EXERCISE AIM: The answer must be every line below that holds the word "alone".

(Stored data)
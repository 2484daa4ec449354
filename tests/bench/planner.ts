/**
 * Planner benchmark (a plain script, run with tsx; `npm run bench` runs it through run.ts).
 * A synthetic workshop: 60 moulds on 6 benches, 20 working days, 2,000 pieces across 80 items
 * and 25 jobs, 40 existing pours and 4 casters, all from a seeded PRNG so every run plans the
 * same board. Prints the median and p95 of 5 timed runs after a warm-up; never asserts. A second
 * run lets every item use every mould, the planner's worst case for candidates per piece. A third
 * plans the real shop: the same 2,000 pieces over 60 moulds of 20 profiles (items name only a
 * profile), 8 casters with their own hours and absences, a holiday inside the 20 working days,
 * new moulds still being made and finish dates with drying.
 */
import { performance } from 'node:perf_hooks'
import { GRADE_PRESETS } from '#shared/utils/plaster'
import { planPours } from '#shared/utils/planner'
import type { PlanPoursInput, PlannerItem, PlannerMould } from '#shared/types/planner'
import { record } from './lib/results'
import { percentile } from './lib/stats'

const TARGET_MS = 1000
const RUNS = 5

/** mulberry32: a small, well-known seeded PRNG, enough for repeatable synthetic data. */
function prng(seed: number): () => number {
  let a = seed >>> 0
  return () => {
    a = (a + 0x6D2B79F5) >>> 0
    let t = a
    t = Math.imul(t ^ (t >>> 15), t | 1)
    t ^= t + Math.imul(t ^ (t >>> 7), t | 61)
    return ((t ^ (t >>> 14)) >>> 0) / 4294967296
  }
}

const rand = prng(20261202)
const int = (min: number, max: number) => min + Math.floor(rand() * (max - min + 1))

function buildMoulds(): PlannerMould[] {
  return Array.from({ length: 60 }, (_, i): PlannerMould => ({
    id: String(i + 1),
    code: `M${String(i + 1).padStart(3, '0')}`,
    benchId: String((i % 6) + 1),
    state: i % 29 === 28 ? 'repair' : 'ready',
    prepMinutes: int(8, 20),
    cleanMinutes: int(8, 15),
    maxDwellMinutes: rand() < 0.3 ? int(600, 1200) : int(60, 240),
    pulls: int(0, 200),
    expectedPulls: rand() < 0.8 ? int(300, 600) : null,
  }))
}

function buildItems(): PlannerItem[] {
  const grades = [GRADE_PRESETS['beta-casting'], GRADE_PRESETS['beta-fibrous'], GRADE_PRESETS['alpha-casting']]
  const items: PlannerItem[] = []
  let left = 2000
  for (let i = 0; i < 80; i++) {
    const pieces = i === 79 ? left : Math.min(left, int(10, 40))
    left -= pieces
    const job = i % 25
    const grade = grades[int(0, 2)]!
    const mould = int(1, 60)
    const alternatives = Array.from({ length: int(0, 2) }, () => String(int(1, 60)))
    items.push({
      itemId: String(i + 1),
      jobId: String(job + 1),
      jobCode: `J-${String(job + 1).padStart(3, '0')}`,
      dueOn: `2027-01-${String(8 + job).padStart(2, '0')}`,
      sampleReleased: job !== 24,
      piecesRemaining: pieces,
      mouldIds: [String(mould), ...alternatives],
      grade,
      consistency: grade.consistency.default,
    })
  }
  return items
}

function buildInput(): PlanPoursInput {
  const from = new Date('2027-01-04T00:00:00Z')
  const to = new Date('2027-02-01T00:00:00Z') // four weeks, Mon–Fri: 20 working days
  const shopTempByDay: Record<string, number> = {}
  for (let d = 4; d <= 31; d++) shopTempByDay[`2027-01-${String(d).padStart(2, '0')}`] = int(8, 22)
  const existingPours = Array.from({ length: 40 }, (_, i) => {
    const start = new Date(Date.UTC(2027, 0, 4 + (i % 5), 8 + (i % 6), 0))
    return { mouldId: String((i % 60) + 1), slotStart: start, slotEnd: new Date(start.getTime() + 60 * 60_000) }
  })
  return {
    calendar: { timezone: 'Europe/London', shiftStart: '07:30', shiftEnd: '16:00', workingDays: [1, 2, 3, 4, 5] },
    from,
    to,
    moulds: buildMoulds(),
    existingPours,
    items: buildItems(),
    shopTempByDay,
    defaultShopTempC: 15,
    options: { casters: ['c1', 'c2', 'c3', 'c4'] },
  }
}

/** The same pieces, but every item castable on every ready mould: the most candidates per piece. */
function wideInput(base: PlanPoursInput): PlanPoursInput {
  const all = base.moulds.map(m => m.id)
  return { ...base, items: base.items.map(i => ({ ...i, mouldIds: all })) }
}

/**
 * Wall-clock median and p95 of RUNS timed runs after a warm-up, plus the median CPU time of the
 * process (user + system), which a busy shared machine disturbs less than the wall clock.
 */
function measure(name: string, input: PlanPoursInput): void {
  planPours(input) // warm-up: JIT, Intl's zone data and the timing caches' first fill
  const wall: number[] = []
  const cpu: number[] = []
  let result = planPours(input)
  for (let r = 0; r < RUNS; r++) {
    const c0 = process.cpuUsage()
    const t0 = performance.now()
    result = planPours(input)
    wall.push(performance.now() - t0)
    const c = process.cpuUsage(c0)
    cpu.push((c.user + c.system) / 1000)
  }
  const pieces = input.items.reduce((s, i) => s + i.piecesRemaining, 0)
  const late = result.jobs.filter(j => !j.onTime).length
  console.log(`${name}: ${pieces} pieces, ${input.items.length} items, 25 jobs, ${input.moulds.length} moulds, 20 working days`)
  console.log(`  wall median ${percentile(wall, 50).toFixed(1)} ms, p95 ${percentile(wall, 95).toFixed(1)} ms; cpu median ${percentile(cpu, 50).toFixed(1)} ms; ${RUNS} runs (target: under ${TARGET_MS} ms)`)
  console.log(`  pours placed in range: ${result.pours.length}; jobs not on time: ${late}; unplaced items: ${result.unplaced.length}`)
  const med = percentile(wall, 50)
  record({ name: `${name}, ${pieces} pieces: median`, value: `${med.toFixed(0)} ms`, target: `< ${TARGET_MS} ms`, met: med < TARGET_MS, note: `p95 ${percentile(wall, 95).toFixed(0)} ms, cpu ${percentile(cpu, 50).toFixed(0)} ms` })
}

/**
 * The real shop: 20 profiles of 3 identical moulds each; every item names only its profile;
 * 8 casters (two on short days, each with an absence, one a fortnight away); a holiday on Monday
 * 18 January; two moulds still being made; 30 to 80 h of fettling and drying per cast.
 */
function shopInput(base: PlanPoursInput): PlanPoursInput {
  const moulds = base.moulds.map((m, i): PlannerMould => ({
    ...m, profileId: `p${(i % 20) + 1}`, ...(i === 5 || i === 25 ? { availableFrom: new Date('2027-01-13T00:00:00Z') } : {}),
  }))
  const casters = Array.from({ length: 8 }, (_, i) => `c${i + 1}`)
  const casterCalendars = Object.fromEntries(casters.map((c, i) => [c, {
    ...(i < 2 ? { shiftStart: '09:00', shiftEnd: '13:00' } : {}),
    absences: [i === 7
      ? { fromDay: '2027-01-11', toDay: '2027-01-22' }
      : { fromDay: `2027-01-${String(5 + 2 * i).padStart(2, '0')}`, toDay: `2027-01-${String(6 + 2 * i).padStart(2, '0')}` }],
    maxMixes: i === 0 ? 2 : 1,
  }]))
  return {
    ...base,
    moulds,
    closures: [{ fromDay: '2027-01-18', toDay: '2027-01-18' }],
    items: base.items.map((it, i) => ({ ...it, mouldIds: [], profileId: `p${(i % 20) + 1}`, readyHours: 30 + (i % 6) * 10 })),
    options: { casters, casterCalendars, benchMaxMixes: { 1: 2, 2: 2 } },
  }
}

const input = buildInput()
measure('planner', input)
measure('planner, every item on every mould', wideInput(input))
measure('planner, real shop (20 profiles, 8 casters with absences, a holiday, mould work, drying)', shopInput(input))
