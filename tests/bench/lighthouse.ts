/**
 * Lighthouse on each role's main pages (plain tsx script; `npm run bench -- lighthouse` runs it
 * alone through run.ts). Lighthouse 12.2.3 (the Chrome team's page auditor, the last line that
 * runs on Node 20) drives Debian's chromium, started headless by chrome-launcher, against the
 * built server the bench starts. Each page is audited with Lighthouse's two stock profiles:
 *  - mobile: its default (a mid-range phone, simulated slow 4G at 150 ms RTT and 1.6 Mbit/s,
 *    4× CPU slowdown; Lighthouse docs, "throttling");
 *  - desktop: its desktop-config (40 ms RTT, 10 Mbit/s, no CPU slowdown).
 * The throttling is simulated (Lantern), so the timings are modelled from the trace and network
 * log rather than waited out; TBT still follows the real CPU, so a busy machine raises it.
 * Signed-in pages get the role's session cookie as an extra request header.
 *
 * Three runs per page and profile; every figure printed is the median of its three values.
 * "bytes" is Lighthouse's total-byte-weight: what came over the wire (transfer size, so a
 * compressed answer counts compressed). Targets from the issue (mobile): performance ≥ 90
 * (the board ≥ 75 mobile, ≥ 95 desktop), LCP ≤ 2.5 s, TBT ≤ 200 ms, CLS ≤ 0.1, accessibility
 * 100, best practices 100, bytes at most half of the issue's measured figure for the page.
 *
 * Figures go to run.ts like every bench's, and the table is also written (after every row) to
 * tests/bench/lighthouse-results.md under the label in LIGHTHOUSE_LABEL (default "latest"),
 * keeping other labels' sections there, so a "before" table stays beside the "after" one.
 * LIGHTHOUSE_RUNS (default 3) and LIGHTHOUSE_PAGES (comma-separated paths) narrow a run;
 * LIGHTHOUSE_REPORTS names a folder that gets each run's whole report (JSON).
 * Prints figures; never asserts.
 */
import { existsSync, mkdirSync, mkdtempSync, readFileSync, rmSync, writeFileSync } from 'node:fs'
import { cpus, loadavg, tmpdir } from 'node:os'
import { dirname, join } from 'node:path'
import { fileURLToPath } from 'node:url'
import * as chromeLauncher from 'chrome-launcher'
import lighthouse, { desktopConfig } from 'lighthouse'
import { benchDatabase, DEMO_PASSWORD, DEMO_USERS, signIn, startBenchServer } from './lib/app'
import { record } from './lib/results'

const here = dirname(fileURLToPath(import.meta.url))
const RESULTS = join(here, 'lighthouse-results.md')
const RUNS = Number(process.env.LIGHTHOUSE_RUNS ?? 3)
const LABEL = process.env.LIGHTHOUSE_LABEL ?? 'latest'

/** The issue's measured bytes per page on the mobile profile (KB); the target is half. */
const ISSUE_KB: Record<string, number> = { '/login': 483, '/lead/board': 895, '/floor': 598, '/client/jobs/[id]': 522 }

type Profile = 'mobile' | 'desktop'
interface Visit { path: string; name: string; role: string; cookie?: string }
interface Run { score: number; fcp: number; lcp: number; tbt: number; cls: number; a11y: number; bp: number; bytes: number; failing: string[] }

const email = (key: string) => DEMO_USERS.find(u => u.key === key)!.email

function median(values: number[]) {
  const s = [...values].sort((a, b) => a - b)
  return s.length % 2 ? s[(s.length - 1) / 2]! : (s[s.length / 2 - 1]! + s[s.length / 2]!) / 2
}

async function audit(port: number, url: string, profile: Profile, cookie: string | undefined): Promise<Run> {
  const result = await lighthouse(url, {
    port,
    output: 'json',
    logLevel: 'error',
    onlyCategories: ['performance', 'accessibility', 'best-practices'],
    extraHeaders: cookie ? { Cookie: cookie } : undefined,
  }, profile === 'desktop' ? desktopConfig : undefined)
  if (!result) throw new Error(`no Lighthouse result for ${url}`)
  const lhr = result.lhr
  if (lhr.runtimeError) throw new Error(`${url}: ${lhr.runtimeError.code} ${lhr.runtimeError.message}`)
  // the whole report, to see where a page's time went (LIGHTHOUSE_REPORTS=folder)
  if (process.env.LIGHTHOUSE_REPORTS) {
    const name = `${new URL(url).pathname.replace(/\W+/g, '_')}-${profile}-${Date.now()}.json`
    mkdirSync(process.env.LIGHTHOUSE_REPORTS, { recursive: true })
    writeFileSync(join(process.env.LIGHTHOUSE_REPORTS, name), JSON.stringify(lhr))
  }
  const landed = new URL(lhr.finalDisplayedUrl).pathname
  if (landed !== new URL(url).pathname) throw new Error(`${url} landed on ${landed}`)
  const n = (id: string) => lhr.audits[id]?.numericValue ?? NaN
  const pct = (id: string) => Math.round((lhr.categories[id]?.score ?? NaN) * 100)
  // the audits that cost points in accessibility and best practices, to write beside a miss
  const failing = ['accessibility', 'best-practices'].flatMap(c => (lhr.categories[c]?.auditRefs ?? [])
    .filter(r => r.weight > 0 && (lhr.audits[r.id]?.score ?? 1) < 1).map(r => r.id))
  return {
    score: pct('performance'), fcp: n('first-contentful-paint'), lcp: n('largest-contentful-paint'),
    tbt: n('total-blocking-time'), cls: n('cumulative-layout-shift'), a11y: pct('accessibility'),
    bp: pct('best-practices'), bytes: n('total-byte-weight'), failing,
  }
}

interface Row { visit: Visit; profile: Profile; m: Omit<Run, 'failing'>; failing: string[]; met: boolean; misses: string[]; target: string }

function judge(visit: Visit, profile: Profile, m: Row['m']) {
  const misses: string[] = []
  const board = visit.path === '/lead/board'
  const minScore = profile === 'desktop' ? (board ? 95 : 90) : (board ? 75 : 90)
  if (m.score < minScore) misses.push(`score < ${minScore}`)
  if (profile === 'mobile') {
    if (m.lcp > 2500) misses.push('LCP > 2.5 s')
    if (m.tbt > 200) misses.push('TBT > 200 ms')
  }
  if (m.cls > 0.1) misses.push('CLS > 0.1')
  if (m.a11y < 100) misses.push('accessibility < 100')
  if (m.bp < 100) misses.push('best practices < 100')
  const issueKb = profile === 'mobile' ? ISSUE_KB[visit.name] : undefined
  if (issueKb && m.bytes / 1024 > issueKb / 2) misses.push(`bytes > ${issueKb / 2} KB`)
  const target = profile === 'mobile'
    ? `score ≥ ${minScore}, LCP ≤ 2.5 s, TBT ≤ 200 ms, CLS ≤ 0.1, a11y 100, BP 100${issueKb ? `, ≤ ${issueKb / 2} KB` : ''}`
    : `score ≥ ${minScore}, CLS ≤ 0.1, a11y 100, BP 100`
  return { misses, met: !misses.length, target }
}

const s = (ms: number) => `${(ms / 1000).toFixed(1)} s`
const kb = (b: number) => `${Math.round(b / 1024)} KB`

function markdown(rows: Row[], at: Date, loadStart: number, loadEnd: number) {
  const c = cpus()
  const lines = rows.map(r => `| ${r.visit.name} | ${r.profile} | ${r.m.score} | ${s(r.m.fcp)} | ${s(r.m.lcp)} | ${Math.round(r.m.tbt)} ms | ${r.m.cls.toFixed(3)} | ${r.m.a11y} | ${r.m.bp} | ${kb(r.m.bytes)} | ${r.met ? 'yes' : `**no**: ${r.misses.join(', ')}`}${r.failing.length ? ` (audits below 1: ${r.failing.join(', ')})` : ''} |`)
  return [
    `## ${LABEL}`,
    '',
    `Measured ${at.toISOString().slice(0, 16).replace('T', ' ')} UTC, ${c.length} cores (${c[0]?.model.trim() ?? 'unknown'}), Node ${process.version}, `
    + `Lighthouse 12.2.3, median of ${RUNS} run(s) per row; load average ${loadStart.toFixed(2)} at the start and ${loadEnd.toFixed(2)} at the end (the machine is shared).`,
    '',
    '| page | profile | score | FCP | LCP | TBT | CLS | a11y | best pr. | bytes | targets met? |',
    '|---|---|---|---|---|---|---|---|---|---|---|',
    ...lines,
    '',
  ].join('\n')
}

/** Replaces this label's section of lighthouse-results.md and keeps the others. */
function writeSection(section: string) {
  const head = '# Lighthouse figures\n\nWritten by `npm run bench -- lighthouse` (tests/bench/lighthouse.ts); one section per `LIGHTHOUSE_LABEL`. Reasons for misses are written under the table they belong to.\n'
  const old = existsSync(RESULTS) ? readFileSync(RESULTS, 'utf8') : head
  const parts = old.split(/^(?=## )/m)
  const kept = parts.slice(1).filter(p => !p.startsWith(`## ${LABEL}\n`))
  writeFileSync(RESULTS, [parts[0]!.trimEnd() + '\n\n', section + '\n', ...kept].join(''))
}

async function main() {
  const started = new Date()
  const loadStart = loadavg()[0]!
  const db = await benchDatabase()
  const app = await startBenchServer(db.url)
  const profileDir = mkdtempSync(join(tmpdir(), 'setline-lighthouse-'))
  const chrome = await chromeLauncher.launch({
    chromePath: process.env.CHROMIUM_PATH ?? '/usr/bin/chromium',
    userDataDir: profileDir,
    chromeFlags: ['--headless=new', '--no-sandbox', '--disable-gpu', '--disable-dev-shm-usage', '--disable-quic',
      '--disable-component-update', '--disable-sync'],
  })
  try {
    const cookies: Record<string, string> = {}
    for (const key of ['lead', 'caster1', 'finisher', 'client1']) cookies[key] = await signIn(app.url, email(key), DEMO_PASSWORD)
    const jobs = await fetch(`${app.url}/api/client/jobs`, { headers: { cookie: cookies.client1! } }).then(r => r.json()) as { id: number }[]
    const jobId = jobs[0]?.id
    if (!jobId) throw new Error('the demo client has no job')
    let visits: Visit[] = [
      { path: '/login', name: '/login', role: 'signed out' },
      { path: '/lead', name: '/lead (Today)', role: 'lead', cookie: cookies.lead },
      { path: '/lead/board', name: '/lead/board', role: 'lead', cookie: cookies.lead },
      { path: '/floor', name: '/floor', role: 'caster', cookie: cookies.caster1 },
      { path: '/finishing', name: '/finishing', role: 'finisher', cookie: cookies.finisher },
      { path: '/mix', name: '/mix', role: 'caster', cookie: cookies.caster1 },
      { path: `/client/jobs/${jobId}`, name: '/client/jobs/[id]', role: 'client', cookie: cookies.client1 },
    ]
    const only = process.env.LIGHTHOUSE_PAGES?.split(',').filter(Boolean)
    if (only?.length) visits = visits.filter(v => only.some(o => v.name.startsWith(o)))
    const rows: Row[] = []
    console.log(`Lighthouse 12.2.3, median of ${RUNS} run(s); load average ${loadStart.toFixed(2)}`)
    console.log(`  ${'page'.padEnd(18)} ${'profile'.padEnd(8)} score   FCP    LCP    TBT    CLS  a11y  BP   bytes   met?`)
    for (const visit of visits) {
      for (const profile of ['mobile', 'desktop'] as const) {
        const runs: Run[] = []
        for (let i = 0; i < RUNS; i++) runs.push(await audit(chrome.port, app.url + visit.path, profile, visit.cookie))
        const pick = (k: keyof Omit<Run, 'failing'>) => median(runs.map(r => r[k]))
        const m = { score: pick('score'), fcp: pick('fcp'), lcp: pick('lcp'), tbt: pick('tbt'), cls: pick('cls'), a11y: pick('a11y'), bp: pick('bp'), bytes: pick('bytes') }
        const failing = [...new Set(runs.flatMap(r => r.failing))]
        const { misses, met, target } = judge(visit, profile, m)
        rows.push({ visit, profile, m, failing, met, misses, target })
        console.log(`  ${visit.name.padEnd(18)} ${profile.padEnd(8)} ${String(m.score).padStart(5)} ${s(m.fcp).padStart(6)} ${s(m.lcp).padStart(6)} ${`${Math.round(m.tbt)} ms`.padStart(7)} ${m.cls.toFixed(3).padStart(6)} ${String(m.a11y).padStart(4)} ${String(m.bp).padStart(4)} ${kb(m.bytes).padStart(7)}  ${met ? 'yes' : `no: ${misses.join(', ')}`}${failing.length ? ` [${failing.join(', ')}]` : ''}`)
        record({
          name: `Lighthouse ${profile}, ${visit.name} (${visit.role})`,
          value: `${m.score}; FCP ${s(m.fcp)}, LCP ${s(m.lcp)}, TBT ${Math.round(m.tbt)} ms, CLS ${m.cls.toFixed(3)}, a11y ${m.a11y}, BP ${m.bp}, ${kb(m.bytes)}`,
          target,
          met,
          note: misses.length ? `missed: ${misses.join(', ')}` : undefined,
        })
        // after every row, so a run cut short still leaves the rows it measured
        writeSection(markdown(rows, started, loadStart, loadavg()[0]!))
      }
    }
    console.log('written: tests/bench/lighthouse-results.md')
  }
  finally {
    await chrome.kill()
    rmSync(profileDir, { recursive: true, force: true })
    await app.stop()
    db.stop()
  }
}

main().catch((err) => {
  console.error(err)
  process.exit(1)
})
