/**
 * CSV import preview of 5,000 moulds and of 2,000 open-job items (plain tsx script; `npm run
 * bench` runs it): invented files in the exports' columns go through the real routes (POST
 * /api/import/moulds/preview and /api/import/jobs/preview, multipart, as the lead) of a built
 * server of its own; the time to the full preview (every row checked against the workshop's
 * codes, benches, clients, sites, moulds and grades; runs through the run calculator) is
 * printed. Goal: under 3 s each. Prints figures; never asserts.
 */
import { performance } from 'node:perf_hooks'
import { benchDatabase, DEMO_PASSWORD, DEMO_USERS, signIn, startBenchServer } from './lib/app'
import { record } from './lib/results'

const MOULDS = 5000
const ITEMS = 2000
const ITEMS_PER_JOB = 5
const RUNS = 3
const GOAL_S = 3

function csv() {
  const lines = ['code,casts,material,bench,cavity (L),cast length (m),prep (min),clean-out (min),maximum dwell (min),pulls,expected pulls,state,state reason']
  const materials = ['silicone', 'polyurethane', 'grp_case', 'plaster_piece', 'gelatine']
  for (let i = 0; i < MOULDS; i++) {
    lines.push(`BM-${String(i).padStart(5, '0')},Bench cornice ${i},${materials[i % 5]},,${(1 + (i % 40) / 10).toFixed(1)},${i % 3 ? '' : '1.2'},10,10,120,${i % 50},200,ready,`)
  }
  return lines.join('\n')
}

/** Open jobs with their items: pieces by profile, and every fifth item a run on a run mould of the demo. */
function jobsCsv(runMould: string) {
  const lines = ['job,title,client,site,site note,due on,sample,job notes,item,mould,profile,quantity,walls (m),shortest piece (m),spares (%),grade,consistency']
  for (let i = 0; i < ITEMS; i++) {
    const job = Math.floor(i / ITEMS_PER_JOB)
    const first = i % ITEMS_PER_JOB === 0
    const own = first ? `Bench job ${job},,,Room ${job % 12},2027-0${1 + (job % 9)}-15,no,` : ',,,,,,'
    const item = i % 5 === 4 ? `Run ${i},${runMould},,,5.2 4.1 5.2 4.1,,5,,` : `Piece ${i},,Profile ${i % 30},${1 + (i % 12)},,,,,`
    lines.push(`BJ-${String(job).padStart(4, '0')},${own},${item}`)
  }
  return lines.join('\n')
}

async function timePreview(url: string, lead: string, kind: string, file: string, expectRows: number) {
  const times: number[] = []
  for (let i = 0; i < RUNS; i++) {
    const form = new FormData()
    form.append('file', new Blob([file], { type: 'text/csv' }), `${kind}.csv`)
    const t0 = performance.now()
    const r = await fetch(`${url}/api/import/${kind}/preview`, { method: 'POST', headers: { cookie: lead }, body: form })
    const body = await r.json() as { rowCount: number; problemRows: number }
    times.push(performance.now() - t0)
    if (r.status !== 200 || body.rowCount !== expectRows) throw new Error(`preview answered ${r.status}: ${JSON.stringify(body).slice(0, 300)}`)
    if (kind === 'jobs' && body.problemRows) throw new Error(`the bench's job file has ${body.problemRows} rows with problems: ${JSON.stringify(body).slice(0, 600)}`)
  }
  return times
}

async function main() {
  const file = csv()
  const db = await benchDatabase()
  const app = await startBenchServer(db.url)
  try {
    const lead = await signIn(app.url, DEMO_USERS.find(u => u.key === 'lead')!.email, DEMO_PASSWORD)
    const times: number[] = []
    for (let i = 0; i < RUNS; i++) {
      const form = new FormData()
      form.append('file', new Blob([file], { type: 'text/csv' }), 'moulds.csv')
      const t0 = performance.now()
      const r = await fetch(`${app.url}/api/import/moulds/preview`, { method: 'POST', headers: { cookie: lead }, body: form })
      const body = await r.json() as { rowCount: number; problemRows: number }
      times.push(performance.now() - t0)
      if (r.status !== 200 || body.rowCount !== MOULDS) throw new Error(`preview answered ${r.status}: ${JSON.stringify(body).slice(0, 300)}`)
    }
    const best = Math.min(...times) / 1000
    console.log(`import preview: ${MOULDS} moulds, ${(file.length / 1024).toFixed(0)} KB CSV, ${RUNS} runs`)
    console.log(`  answered in ${times.map(t => `${(t / 1000).toFixed(2)} s`).join(', ')}   (goal < ${GOAL_S} s)`)
    record({ name: `import preview, ${MOULDS} moulds`, value: `${best.toFixed(2)} s`, target: `< ${GOAL_S} s`, met: best < GOAL_S, note: `${(file.length / 1024).toFixed(0)} KB CSV, best of ${RUNS}` })

    const moulds = await (await fetch(`${app.url}/api/moulds`, { headers: { cookie: lead } })).json() as { code: string; castLengthM: number | null }[]
    const runMould = moulds.find(m => m.castLengthM)
    if (!runMould) throw new Error('the demo has no run mould for the job items')
    const jobs = jobsCsv(runMould.code)
    const jobTimes = await timePreview(app.url, lead, 'jobs', jobs, ITEMS)
    const jobBest = Math.min(...jobTimes) / 1000
    console.log(`import preview: ${ITEMS} job items of ${ITEMS / ITEMS_PER_JOB} open jobs, ${(jobs.length / 1024).toFixed(0)} KB CSV, ${RUNS} runs`)
    console.log(`  answered in ${jobTimes.map(t => `${(t / 1000).toFixed(2)} s`).join(', ')}   (goal < ${GOAL_S} s)`)
    record({ name: `import preview, ${ITEMS} job items`, value: `${jobBest.toFixed(2)} s`, target: `< ${GOAL_S} s`, met: jobBest < GOAL_S, note: `${ITEMS / ITEMS_PER_JOB} jobs, every fifth item a run; ${(jobs.length / 1024).toFixed(0)} KB CSV, best of ${RUNS}` })
  }
  finally {
    await app.stop()
    db.stop()
  }
}

main().catch((err) => {
  console.error(err)
  process.exit(1)
})
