// Compresses the pages and JSON answers the app builds per request (the board, the register, the
// floor and finishing screens answer tens to hundreds of KB of JSON), just before h3 writes them
// (server/utils/compression.ts says which coding and why). Left alone: answers a handler already
// wrote itself (streams, CSV, photos), event streams, socket.io's transport, bodies under 1 KB,
// types that are compressed already (images, fonts) and anything already carrying a
// Content-Encoding (the precompressed static assets). Vary: Accept-Encoding goes on every answer
// that could have been compressed, so a cache in between keeps the codings apart (RFC 9110 §12.5.5).
import type { H3Event } from 'h3'
import { compress, isCompressibleType, MIN_COMPRESS_BYTES, pickCoding } from '../utils/compression'

/** The body as bytes with its content type, when it is text h3 would send in one piece. */
function asBytes(body: unknown, contentType: string | undefined): { bytes: Buffer; type: string } | undefined {
  if (typeof body === 'string') return { bytes: Buffer.from(body), type: contentType ?? 'text/html' }
  if (body instanceof Uint8Array) return contentType ? { bytes: Buffer.from(body.buffer, body.byteOffset, body.byteLength), type: contentType } : undefined
  if (body === null || typeof body !== 'object') return undefined
  const o = body as { pipe?: unknown; getReader?: unknown; arrayBuffer?: unknown }
  if (typeof o.pipe === 'function' || typeof o.getReader === 'function' || typeof o.arrayBuffer === 'function' || body instanceof Response || body instanceof Error) return undefined
  return { bytes: Buffer.from(JSON.stringify(body)), type: contentType ?? 'application/json' }
}

function skip(event: H3Event) {
  const status = event.node.res.statusCode
  return event.handled || event.method === 'HEAD' || status === 204 || status === 304 || status < 200
    || event.path.startsWith('/socket.io/')
    // the error page is rendered by an internal request whose headers the error handler copies
    // onto the real answer while reading the body decoded: compressing it would send a gzip
    // header over plain bytes. The outer answer is small HTML; it goes uncompressed.
    || event.path.startsWith('/__nuxt_error')
    || !!getResponseHeader(event, 'content-encoding')
    || /no-transform/i.test(String(getResponseHeader(event, 'cache-control') ?? ''))
}

export default defineNitroPlugin((nitroApp) => {
  nitroApp.hooks.hook('beforeResponse', async (event, response) => {
    if (skip(event)) return
    const contentType = getResponseHeader(event, 'content-type')
    const found = asBytes(response.body, contentType === undefined ? undefined : String(contentType))
    if (!found || !isCompressibleType(found.type) || found.bytes.length < MIN_COMPRESS_BYTES) return
    appendResponseHeader(event, 'vary', 'Accept-Encoding')
    const coding = pickCoding(getRequestHeader(event, 'accept-encoding'))
    if (!coding) return
    response.body = await compress(found.bytes, coding)
    setResponseHeader(event, 'content-type', found.type)
    setResponseHeader(event, 'content-encoding', coding)
    removeResponseHeader(event, 'content-length')
  })
})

WRITTEN SOLUTION:
 * alone through run.ts). Lighthouse 12.2.3 (the Chrome team's page auditor, the last line that
// (server/utils/compression.ts says which coding and why). Left alone: answers a handler already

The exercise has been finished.